Shamelessly stolen from Hieromonk Silouan Thompson (from our Western ROCOR diocese) - ‘cause it’s a really good (and accurate) explanation (with a few nitpicky corrections/ edits by Fr. Iggy): Someone asked today whether in the Our Father we should be saying “Forgive us our trespasses as we forgive those who trespass against us,” or “our debts... our debtors” or “our sins... sin against us.”
The short answer: “Debts/ Debtors,” in St. Matthew’s Gospel, is the only literal translation for opheilḗmata/ opheilétais. It means what you owe and people who owe you. “Trespasses” is not anywhere in sight. “Trespasses” pops up in Tyndale’s 1526 translation without any antecedent.
St. Luke’s version is rather different: First he uses the totally different word amartías, so his text starts “Forgive us our failures/ errors” and he finishes with the participle opheílonti, so it’s “for we also forgive everybody who is owing us.”

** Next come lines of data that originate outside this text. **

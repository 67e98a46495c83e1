import type { RandomSource } from './seeded-random.js';

/** How future use is drawn from recorded days. */
export interface BlockBootstrapInput {
  /** Damage of each recorded day, in order. */
  dailyDamage: ArrayLike<number>;
  /** Days that stay together, because the weather of one day is that of the next; see {@link usualBlockLength}. */
  blockLengthDays: number;
  /** Days to draw for one replicate. */
  forecastDays: number;
  replicates: number;
  /** Blocks may start on any day ('moving', wrapping nothing) or only on multiples of the block length. */
  blocks: 'moving' | 'non-overlapping';
  random: RandomSource;
}

/** Block length to start from: the cube root of the number of days, at least 1. */
export function usualBlockLength(days: number): number {
  return Math.max(1, Math.round(Math.cbrt(days)));
}

/**
 * Block bootstrap over days: each replicate strings blocks of recorded days together, drawn with replacement, until
 * the forecast is filled (the last block is cut), and sums their damage.
 *
 * @returns one sum per replicate
 * @throws RangeError for no days, or a block length that is not a whole number between 1 and the number of days
 * Source: moving-block bootstrap of Kuensch (1989), from memory.
 */
export function blockBootstrap(input: BlockBootstrapInput): Float64Array {
  const { dailyDamage, blockLengthDays, forecastDays, replicates, blocks, random } = input;
  const days = dailyDamage.length;
  if (days === 0) throw new RangeError('A bootstrap needs at least one recorded day.');
  if (!(Number.isInteger(blockLengthDays) && blockLengthDays >= 1 && blockLengthDays <= days)) {
    throw new RangeError(`A block must hold between 1 and ${days} days, not ${blockLengthDays}.`);
  }
  const stride = blocks === 'moving' ? 1 : blockLengthDays;
  const starts = Math.floor((days - blockLengthDays) / stride) + 1;
  const sums = new Float64Array(replicates);
  for (let replicate = 0; replicate < replicates; replicate++) {
    let sum = 0;
    for (let drawn = 0; drawn < forecastDays; drawn += blockLengthDays) {
      const start = Math.floor(random() * starts) * stride;
      const end = start + Math.min(blockLengthDays, forecastDays - drawn);
      for (let day = start; day < end; day++) sum += dailyDamage[day];
    }
    sums[replicate] = sum;
  }
  return sums;
}
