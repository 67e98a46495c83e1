import type { CurveSegment, ReferenceCurve } from './curve.js';

/** Scatter of log10 N taken where a curve publishes none (engineering estimate, no source). */
export const UNPUBLISHED_SD_LOG10_N = 0.25;

/**
 * The mean curve behind a design curve: every log10a raised by k standard deviations of that curve. Doubt about whether
 * a curve fits its detail must not enter here: it widens a spread and never lengthens a life.
 *
 * @returns segments of the mean curve; unchanged where the level is the mean or is not known
 * Source of k: 2 in DNV-RP-C203 and BS 7608 (from memory); 1.645 for the 95 % fractile of EN 1993 (from memory).
 */
export function shiftToMean(
  curve: Pick<ReferenceCurve, 'segments' | 'level' | 'k' | 'sdLog10N'>,
): CurveSegment[] {
  const known = curve.level === 'mean-minus-k-sd' || curve.level === 'fractile-95-75';
  const shift = known ? curve.k * (curve.sdLog10N ?? UNPUBLISHED_SD_LOG10_N) : 0;
  return curve.segments.map((segment) => ({ ...segment, log10a: segment.log10a + shift }));
}
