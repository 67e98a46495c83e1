import type { VisitKind } from './plan-input.js';
import { costOfChoice, dutyOutcomes } from './read-plan.js';
import type { VesselChoice } from './read-plan.js';
import type { VesselModel } from './vessel-model.js';

/** One way to plan a vessel, reduced to what it costs and which room it takes. */
export interface VesselOption {
  choice: VesselChoice;
  costMinor: number;
  lateDays: number;
  uses: { windowId: string; kind: VisitKind; hours: number }[];
}

/** Adds up what a choice costs, how late it is, and the berth and hours it takes in each window. */
export function vesselOption(model: VesselModel, choice: VesselChoice): VesselOption {
  return {
    choice,
    costMinor: costOfChoice(model, choice),
    lateDays: dutyOutcomes(model, choice).reduce((sum, { lateDays }) => sum + lateDays, 0),
    uses: choice.visits.map(({ window, kind }) => {
      const open = model.windows[window];
      const ofVisit = open.offers.find((offer) => offer.kind === kind)!.hours;
      const ofWork = choice.works
        .filter((work) => work.window === window)
        .reduce(
          (sum, { taskIndex }) => sum + model.tasks[taskIndex].work.find((work) => work.kind === kind)!.hours,
          0,
        );
      return { windowId: open.window.id, kind, hours: ofVisit + ofWork };
    }),
  };
}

Either way, the verb is not really “forgive.” Greek aphíēmi is to let something go, send away, pass by. If someone owes you a debt, you need to cancel it (Cf Mt 18:23ff). It’s often translated “Remit” which makes remission of sins and remission of cancer sound similar, and that’s not an inaccurate metaphor.
If either Matthew or Luke had used the words parábasis or paráptōma [transgression, violation, overstepping] then “trespasses” would be a great translation (Cf Rom 4:15). But instead Matthew says “debts” and Luke uses amartía, which as far back as 480 BC meant a failure or fault, an arrow that misses or falls short of its target (Cf Rom 3:23).
I expect “trespasses” has crept in from the next verse (Mt 6:14) where Christ explains “Forgive our debts as we forgive our debtors” using the word paraptṓmata, in effect equating a transgression or violation against you with a debt owed to you which you must cancel (Cf Mt 18:23ff).
Incidentally: We have texts from the first century* in which Matthew’s text is recited three times a day (with debts/debtors) but I’m not aware of any tradition of reciting Luke’s text.
*See the Our Father in Chapter 8 of the Didache: ccel.org/ccel/richardson/fathers/fathers.viii.i.iii.html
Interesting fact about the Didache: It was known and quoted in the Church’s first few centuries, but because it wasn’t canonized as scripture it fell out of use and was lost . We only knew of some quotes and fragments until 1883 when Metropolitan Philotheos Bryennios published an 800-year-old copy that he had discovered in Istanbul.
That means that we don’t base anything on the Didache; nobody says we fast Wednesday and Friday *because* this document tells us to — it’s not a prescription for us, but it’s an ancient witness that confirms what we’re doing was normal back in the first century.
Also interesting: The version of the Our Father in the Didache is slightly different from the version in St. Matthew’s Gospel. No big changes - just spelling, and a few words use shorter forms. That suggests that Matthew’s gospel had not yet been written or anyway distributed and memorized, at the time this text was written down. The Our Father was already being recited from memory across the whole Church before anyone got a copy of Matthew in the mail. Kind of like how St. Paul records in 1 Cor 11:23ff, what he received and passed on [traditioned] ten or twenty years before any of the Gospels were written down. No wonder the Gospels seem to copy from one another; these accounts were already being memorized and passed along orally before the Apostles wrote them down.